The development of clean and sustainable biofuel generation from sustainable feedstock using an integrated process intensification approach like hydrodynamic cavitation (HC) is essential now. The current research is a 'first of its kind' where hydrodynamic cavitation is integrated with heterogeneous catalyst, i.e. TiO_2, to prepare thumba methyl esters (TME). So far, no studies on biodiesel production using heterogeneous catalysts using HC are reported in the literature.
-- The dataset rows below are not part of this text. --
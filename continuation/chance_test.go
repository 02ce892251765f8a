package continuation_test

import (
	"math"
	"testing"

	"gonum.org/v1/gonum/stat/distuv"

	"brinkline/continuation"
)

// A limit state g(p) = 0 as a fold: x² = g has its fold where g vanishes.
type limitState struct{ A, B, C, D float64 }

func newLimitState(t testing.TB, q limitState, g func(q limitState) float64) *continuation.Point {
	t.Helper()
	m, err := continuation.NewModel(func(s scalar, q limitState) scalar { return scalar{g(q) - s.X*s.X} }, q)
	if err != nil {
		t.Fatal(err)
	}
	return settled(t, m, scalar{math.Sqrt(g(q))})
}

var phi = distuv.UnitNormal

func chanceOf(t testing.TB, p *continuation.Point, list []*continuation.Distribution, opts ...continuation.LimitOption) *continuation.Chance {
	t.Helper()
	c, err := p.Chance(list, opts...)
	if err != nil {
		t.Fatal(err)
	}
	return c
}

// within checks a sampled probability against its own standard error.
func within(t *testing.T, c *continuation.Chance, want float64) {
	t.Helper()
	if c.Error > 0.0101*c.Sampled || math.Abs(c.Sampled-want) > 3.5*c.Error+1e-9*want {
		t.Errorf("sampled %.6g ± %.2g, want %.6g (%s; %v)", c.Sampled, c.Error, want, c.Sampling, c.Notes)
	}
}

func isNear(t *testing.T, what string, got, want, tolerance float64) {
	t.Helper()
	if !(math.Abs(got-want) <= tolerance*math.Abs(want)) {
		t.Errorf("%s: %.10g, want %.10g", what, got, want)
	}
}

// Linear limit state of normal variables: β = (μ_R - μ_S)/sqrt(σ_R² + σ_S² - 2 ρ σ_R σ_S)
// (R. E. Melchers and A. T. Beck, Structural Reliability Analysis and Prediction, 3rd
// ed. 2018, chapter 1, the fundamental case).
func TestChanceOfTheFundamentalCase(t *testing.T) {
	today := newLimitState(t, limitState{A: 10, B: 4}, func(q limitState) float64 { return q.A - q.B })
	list := continuation.Scatter(continuation.Normal("A", 10, 1.2), continuation.Normal("B", 5, 1))
	for _, rho := range []float64{0, 0.5, -0.4} {
		c := chanceOf(t, today, list, continuation.Correlated("A", "B", rho))
		beta := 5 / math.Sqrt(1.44+1-2*rho*1.2)
		isNear(t, "index", c.Index, beta, 1e-9)
		isNear(t, "first order", c.First, phi.CDF(-beta), 1e-7)
		isNear(t, "second order", c.SecondImproved, phi.CDF(-beta), 1e-5)
		// The directions are drawn as they ought to be for a plane: next to no error.
		within(t, c, phi.CDF(-beta))
		if rho == 0 {
			isNear(t, "importance of A", c.Importance[0].Share, 1.44/2.44, 1e-7)
		}
	}
}

// Lognormal resistance and load effect: β = ln(m_R/m_S sqrt((1+V_S²)/(1+V_R²))) /
// sqrt(ln((1+V_R²)(1+V_S²))), exact; correlated ones with ρ' = ln(1+ρ V_R V_S) (Melchers and
// Beck, chapter 1; Liu and Der Kiureghian 1986 for the correlation).
func TestChanceOfLognormals(t *testing.T) {
	today := newLimitState(t, limitState{A: 10, B: 5}, func(q limitState) float64 { return q.A - q.B })
	list := continuation.Scatter(continuation.Lognormal("A", 10, 1.5), continuation.Lognormal("B", 5, 1.5))
	vr, vs := 0.15, 0.3
	zr, zs := math.Log1p(vr*vr), math.Log1p(vs*vs)
	for _, rho := range []float64{0, 0.3} {
		c := chanceOf(t, today, list, continuation.Correlated("A", "B", rho))
		beta := math.Log(2*math.Sqrt((1+vs*vs)/(1+vr*vr))) / math.Sqrt(zr+zs-2*math.Log1p(rho*vr*vs))
		isNear(t, "index", c.Index, beta, 1e-6)
		within(t, c, phi.CDF(-c.Index))
	}
}

// A plastic section: Y Z - M with independent normal Y (40, 5), Z (50, 2.5), M (1000, 200).
// A. H-S. Ang and W. H. Tang, Probability Concepts in Engineering Planning and Design II,
// 1984, example 6.6, give β = 3.05 (from memory). The probability is integrated here.
func TestChanceOfAPlasticSection(t *testing.T) {
	today := newLimitState(t, limitState{A: 40, B: 50, C: 1000}, func(q limitState) float64 { return (q.A*q.B - q.C) / 100 })
	c := chanceOf(t, today, continuation.Scatter(continuation.Normal("A", 40, 5), continuation.Normal("B", 50, 2.5), continuation.Normal("C", 1000, 200)))
	if math.Abs(c.Index-3.05) > 0.005 {
		t.Errorf("index %.5g, published 3.05", c.Index)
	}
	within(t, c, integral(func(y float64) float64 {
		return integral(func(z float64) float64 { return phi.CDF(-((40+5*y)*(50+2.5*z) - 1000) / 200) })
	}))
}

// integral is the mean of f over a standard normal variable, by the trapezoidal rule.
func integral(f func(float64) float64) float64 {
	sum, h := 0.0, 0.02
	for i := -450; i <= 450; i++ {
		sum += h * phi.Prob(float64(i)*h) * f(float64(i)*h)
	}
	return sum
}

// Quadratic limit states β + 1/2 Σ κ u² - u_n: Breitung's and Hohenbichler and Rackwitz's
// values follow from the curvatures; the probability itself by integration.
func TestChanceOfQuadraticLimitStates(t *testing.T) {
	for _, q := range []struct{ beta, k1, k2 float64 }{{3, 0.2, 0.2}, {3, -0.1, 0.3}, {2, 0.5, -0.2}, {4, -0.15, -0.1}} {
		today := newLimitState(t, limitState{}, func(p limitState) float64 {
			return q.beta + (q.k1*p.A*p.A+q.k2*p.B*p.B)/2 - p.C
		})
		c := chanceOf(t, today, continuation.Scatter(continuation.Normal("A", 0, 1), continuation.Normal("B", 0, 1), continuation.Normal("C", 0, 1)))
		p1 := phi.CDF(-q.beta)
		if len(c.Curvatures) != 2 {
			t.Errorf("no curvatures: %v", c.Notes)
			continue
		}
		isNear(t, "index", c.Index, q.beta, 1e-8)
		isNear(t, "least curvature", c.Curvatures[0], math.Min(q.k1, q.k2), 1e-4)
		isNear(t, "greatest curvature", c.Curvatures[1], math.Max(q.k1, q.k2), 1e-4)
		isNear(t, "Breitung", c.Second, p1/math.Sqrt((1+q.beta*q.k1)*(1+q.beta*q.k2)), 1e-3)
		psi := phi.Prob(q.beta) / p1
		isNear(t, "Hohenbichler", c.SecondImproved, p1/math.Sqrt((1+psi*q.k1)*(1+psi*q.k2)), 1e-3)
		within(t, c, integral(func(a float64) float64 {
			return integral(func(b float64) float64 { return phi.CDF(-(q.beta + (q.k1*a*a+q.k2*b*b)/2)) })
		}))
	}
}

// Two limits on opposite sides, of which first and second order see one.
func TestChanceOfTwoLimits(t *testing.T) {
	today := newLimitState(t, limitState{}, func(q limitState) float64 { return (2.5 - q.A + 0.1*q.B) * (2.6 + q.A) })
	c := chanceOf(t, today, continuation.Scatter(continuation.Normal("A", 0, 1), continuation.Normal("B", 0, 1)))
	within(t, c, integral(func(b float64) float64 { return phi.CDF(-2.5 - 0.1*b) })+phi.CDF(-2.6))
	if len(c.Nearest.Others) != 1 {
		t.Errorf("other places: %v", c.Nearest.Others)
	}
}

// The sum of two uniform variables: P(U + V > 1.9) = 0.1²/2, far from the first order.
func TestChanceOfUniforms(t *testing.T) {
	today := newLimitState(t, limitState{A: 0.5, B: 0.5}, func(q limitState) float64 { return 1.9 - q.A - q.B })
	c := chanceOf(t, today, continuation.Scatter(continuation.Uniform("A", 0, 1), continuation.Uniform("B", 0, 1)), continuation.RelativeError(0.01, 20000))
	within(t, c, 0.005)
}

// All directions alike: outside of a ball about the medians, χ² with k degrees of freedom.
func TestChanceOutsideABall(t *testing.T) {
	var list []*continuation.Distribution
	for name := range allOf("P", 5, 1) {
		list = append(list, continuation.Normal(name, 0, 0.2))
	}
	c := chanceOf(t, newBall(t, [5]float64{}), list)
	within(t, c, distuv.ChiSquared{K: 5}.Survival(25))
}

// A sample of a normal variable behaves like it within what a sample can say.
func TestChanceOfASample(t *testing.T) {
	today := newLimitState(t, limitState{A: 10}, func(q limitState) float64 { return 12 - q.A })
	var values []float64
	for i := range 4000 {
		values = append(values, 10+phi.Quantile((float64(i)+0.5)/4000))
	}
	c := chanceOf(t, today, continuation.Scatter(continuation.Sampled("A", values)))
	// In one dimension first order is all there is.
	within(t, c, c.First)
	isNear(t, "index", c.Index, 2, 1e-3)
}

// The feeder: demand and source of the two-bus network scatter. The probability by
// integration of the closed form.
func feederScatter() []*continuation.Distribution {
	return continuation.Scatter(continuation.Normal("P", 0.6, 0.1), continuation.Lognormal("Q", 0.15, 0.05), continuation.Normal("E", 1, 0.03))
}

func feederChance() float64 {
	sigma := math.Sqrt(math.Log1p(1.0 / 9))
	mu := math.Log(0.15) - sigma*sigma/2
	return integral(func(a float64) float64 {
		return integral(func(b float64) float64 {
			q, e := math.Exp(mu+sigma*a), 1+0.03*b
			if e*e < 1.6*q {
				return 1
			}
			greatest := e * math.Sqrt(e*e-1.6*q) / 0.8
			return phi.CDF(-(greatest - 0.6) / 0.1)
		})
	})
}

func TestChanceOfTheFeeder(t *testing.T) {
	both(t, func(t *testing.T, today *continuation.Point, _ float64) {
		want := feederChance()
		c := chanceOf(t, today, feederScatter())
		within(t, c, want)
		isNear(t, "second order", c.SecondImproved, want, 0.05)
		if c.Sampling.Refined+c.Sampling.Traced > 2000 {
			t.Errorf("1 %% took %s", c.Sampling)
		}
		t.Logf("probability %.5g: first order %.4g, second %.4g and %.4g, sampled %.5g ± %.1g; %s", want, c.First, c.Second, c.SecondImproved, c.Sampled, c.Error, c.Sampling)
	})
}

// The stated error is right: over many seeds the deviations have its size.
func TestStatedErrorOfSampling(t *testing.T) {
	today := newLimitState(t, limitState{}, func(p limitState) float64 { return 3 + (0.4*p.A*p.A-0.15*p.B*p.B)/2 + 0.05*p.A*p.A*p.B - p.C })
	list := continuation.Scatter(continuation.Normal("A", 0, 1), continuation.Normal("B", 0, 1), continuation.Normal("C", 0, 1))
	want := integral(func(a float64) float64 {
		return integral(func(b float64) float64 { return phi.CDF(-(3 + (0.4*a*a-0.15*b*b)/2 + 0.05*a*a*b)) })
	})
	sum, n := 0.0, 12
	for seed := range n {
		c := chanceOf(t, today, list, continuation.Seed(seed), continuation.RelativeError(1e-9, 640))
		z := (c.Sampled - want) / c.Error
		sum += z * z
	}
	// χ² with 12 degrees of freedom: 1e-4 and 1 - 1e-4 (Student's tails add little).
	if sum < 1.9 || sum > 45 {
		t.Errorf("mean squared deviation %.3g of the stated error, want about 1", sum/float64(n))
	}
}

// The same bits on one core and on several.
func TestChanceDoesNotDependOnCores(t *testing.T) {
	today := newBus(t)
	one := chanceOf(t, today, feederScatter(), continuation.Cores(1), continuation.RelativeError(0.01, 640))
	all := chanceOf(t, today, feederScatter(), continuation.Cores(4), continuation.RelativeError(0.01, 640))
	if one.Sampled != all.Sampled || one.Error != all.Error || one.Sampling != all.Sampling {
		t.Errorf("%v %v\n%v %v", one, one.Sampling, all, all.Sampling)
	}
}

func TestBadChances(t *testing.T) {
	today := newBus(t)
	for _, c := range []struct {
		want string
		list []*continuation.Distribution
		opts []continuation.LimitOption
	}{
		{"no parameter is to vary", nil, nil},
		{"the standard deviation of P is 0", continuation.Scatter(continuation.Normal("P", 0.4, 0)), nil},
		{"must be positive", continuation.Scatter(continuation.Normal("P", 0.4, -1)), nil},
		{"the mean of a lognormal P must be positive", continuation.Scatter(continuation.Lognormal("P", -0.4, 1)), nil},
		{"is no interval", continuation.Scatter(continuation.Uniform("P", 1, 0)), nil},
		{"at least 5 are needed", continuation.Scatter(continuation.Sampled("P", []float64{1, 2})), nil},
		{"did you mean P?", continuation.Scatter(continuation.Normal("p", 0.4, 0.1)), nil},
		{"P is given twice", continuation.Scatter(continuation.Normal("P", 0.4, 0.1), continuation.Normal("P", 0.4, 0.1)), nil},
		{"must lie between -1 and 1", continuation.Scatter(continuation.Normal("P", 0.4, 0.1), continuation.Normal("Q", 0.1, 0.1)),
			[]continuation.LimitOption{continuation.Correlated("P", "Q", 1)}},
		{"not positive definite", continuation.Scatter(continuation.Normal("P", 0.4, 0.1), continuation.Normal("Q", 0.1, 0.1), continuation.Normal("X", 0.4, 0.01)),
			[]continuation.LimitOption{continuation.Correlated("P", "Q", 0.9), continuation.Correlated("P", "X", 0.9), continuation.Correlated("Q", "X", -0.9)}},
		{"X is correlated but has no distribution", continuation.Scatter(continuation.Normal("P", 0.4, 0.1)),
			[]continuation.LimitOption{continuation.Correlated("P", "X", 0.9)}},
		{"on the wrong side", continuation.Scatter(continuation.Normal("P", 1.5, 0.2)), nil},
		{"Keep, OnlyUp and OnlyDown are for NearestLimit", continuation.Scatter(continuation.Normal("P", 0.4, 0.1)), []continuation.LimitOption{continuation.OnlyUp("P")}},
		{"the greatest is", continuation.Scatter(continuation.Lognormal("P", 0.4, 4), continuation.Uniform("Q", 0, 0.1)),
			[]continuation.LimitOption{continuation.Correlated("P", "Q", 0.99)}},
	} {
		_, err := today.Chance(c.list, c.opts...)
		oneLine(t, err, c.want)
	}
}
Experiments were performed with an optimized orifice plate to investigate the effects of operating parameters viz., Thumba oil to methanol molar ratio (1:4–1:8), TiO₂ concentration (1–1.4% by weight of oil), and operating temperature (50 °C to 70 °C). Maximum triglyceride conversion (71.8%) was obtained at thumba oil to methanol ratio of 1:6, TiO₂ concentration of 1.2% weight percentage and operating temperature of 60 °C in hydrodynamic cavitation reactor within 1 h at 5 bar. The cavitational yield for HC was found to be 9.3 × 10⁻⁶ moles L/J, which was almost 27% higher than the value for the conventional approach (3.37 × 10⁻⁷ moles L/J). The experimental data fitted second-order reaction kinetics w.r.t limiting reactant, i.e., thumba oil and first-order w.r.t excess reactant, i.e., methanol. The pre-exponential factor (k₀) and activation energy (E) of the alcoholysis reaction was found to be 82.26 L² mol⁻² min⁻¹ and 15.44 kJ/mol, respectively. The thermodynamic analysis suggested that the alcoholysis of the thumba oil followed the endergonic reaction pathway. Thumba methyl ester (TME) synthesized via this intensified approach is a novel and energy-efficient method compared to the conventional method.

使用水动力空化 (HC) 等综合过程强化方法，从可持续原料中开发清洁和可持续的生物燃料现在至关重要。目前的研究是“同类中的首创”，其中流体动力空化与非均相催化剂（即 TiO _{2 ）相结合，}以制备拇指甲基酯 (TME)。到目前为止，文献中还没有关于使用 HC 的非均相催化剂生产生物柴油的研究。使用优化的孔板进行实验以研究操作参数的影响，即 Thumba 油与甲醇的摩尔比 (1:4–1:8)、TiO ₂浓度（油重量的 1-1.4%）和工作温度（50 °C 至 70 °C）。最大甘油三酯转化率 (71.8%) 是在 1:6 的拇指油与甲醇比例、1.2% 重量百分比的TiO ₂浓度和 60 °C 的操作温度下，在 5 bar压力下在 1 小时内在流体动力空化反应器中获得。发现 HC 的空化产率为 9.3 × 10 ^-6摩尔 L/J，比传统方法的值（3.37 × 10 ^-7摩尔 L/J）高出近 27% 。实验数据拟合了限制反应物（即拇指油）和一级反应物（即甲醇）的二级反应动力学。指数前因子 (k ₀)和醇解反应的活化能(E)分别为82.26 L ² mol ^-2 min ^-1和15.44 kJ/mol。热力学分析表明，图巴油的醇解遵循吸能反应途径。与传统方法相比，通过这种强化方法合成的拇指甲基酯 (TME) 是一种新颖且节能的方法。